Simana Mafileo
- Born: 14 September 1969 Tonga
- Died: 9 August 2022
- Height: 6 ft 1 in (185 cm)
- Weight: 209 lb (95 kg)

Rugby union career
- Position: Centre

Amateur team(s)
- Years: Team / Apps / (Points)
- 1991-1992: Arataki
- 1996-1997: North Shore

Senior career
- Years: Team / Apps / (Points)
- 1998-2004: Kubota Spears

Provincial / State sides
- Years: Team / Apps / (Points)
- 1991-1992: Bay of Plenty
- 1996-1997: North Harbour
- 1997: Northland

International career
- Years: Team / Apps / (Points)
- 1995-2003: Tonga / 22 / (10)

National sevens team
- Years: Team /  / Comps
- 2003-04: Japan 7s /  / 2001-02

= Simana Mafileo =

Simana "Joe" Mafileo (born 14 September 1969) is a Tongan former rugby union player.
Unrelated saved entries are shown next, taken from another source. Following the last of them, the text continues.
/** All derived outputs of a built piece, computed from its parts and joints. */
import type { DerivedOutputs, Joint, Part, PieceKind } from '../types.ts';
import { boardFeetBySpecies } from './boardFeet.ts';
import { cutList } from './cutList.ts';
import { glueUpStages } from './glueUp.ts';
import { joinerySchedule } from './joinery.ts';
import { sheetArea } from './sheetArea.ts';

/** Cut list, joinery schedule, board feet, sheet area and glue-up stages. */
export function deriveOutputs(kind: PieceKind, parts: readonly Part[], joints: readonly Joint[]): DerivedOutputs {
  return {
    cutList: cutList(parts),
    joinery: joinerySchedule(parts, joints),
    boardFeet: boardFeetBySpecies(parts),
    sheetArea: sheetArea(parts),
    glueUp: glueUpStages(kind, parts),
  };
}
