import { readFileSync } from 'node:fs';
import { describe, expect, it } from 'vitest';
import { defaultSpec, validateSpec } from '../../../shared/engine/index.ts';
import { InputError } from '../../../shared/errors.ts';

const room = JSON.parse(readFileSync('tests/fixtures/rooms/coastal-bedroom.json', 'utf8')) as Record<string, unknown>;

describe('validateSpec with a room section', () => {
  it('accepts a good room and keeps it as given', () => {
    const spec = validateSpec({ ...defaultSpec('chest'), room });
    expect(spec.room).toEqual(room);
  });

  it('refuses a bad room with an InputError naming the room field', () => {
    const bad = { ...room, width: -5 };
    expect(() => validateSpec({ ...defaultSpec('chest'), room: bad })).toThrow(InputError);
    try {
      validateSpec({ ...defaultSpec('chest'), room: bad });
    } catch (error) {
      expect((error as InputError).field).toBe('room.width');
    }
  });

  it('refuses a window that runs past the end of its wall', () => {
    const windows = [{ ...(room.windows as object[])[0], position: 3500 }];
    expect(() => validateSpec({ ...defaultSpec('chest'), room: { ...room, windows } })).toThrow(/room\.windows|wall/);
  });
});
He played as centre.

==Career==
Mafileo debuted for Tonga in the 1995 Rugby World Cup, playing only against Ivory Coast, at Rustenburg. He also played for Tonga Sevens in the first Rugby World Cup Sevens in 1993 and for Japan Sevens in the 2001-02 World Sevens Series. His last international cap for tonga was during the match against Fiji, at Nadi, on 4 July 2003.
At club level, he played for Bay of Plenty, North Harbour, Northland and Kubota Spears.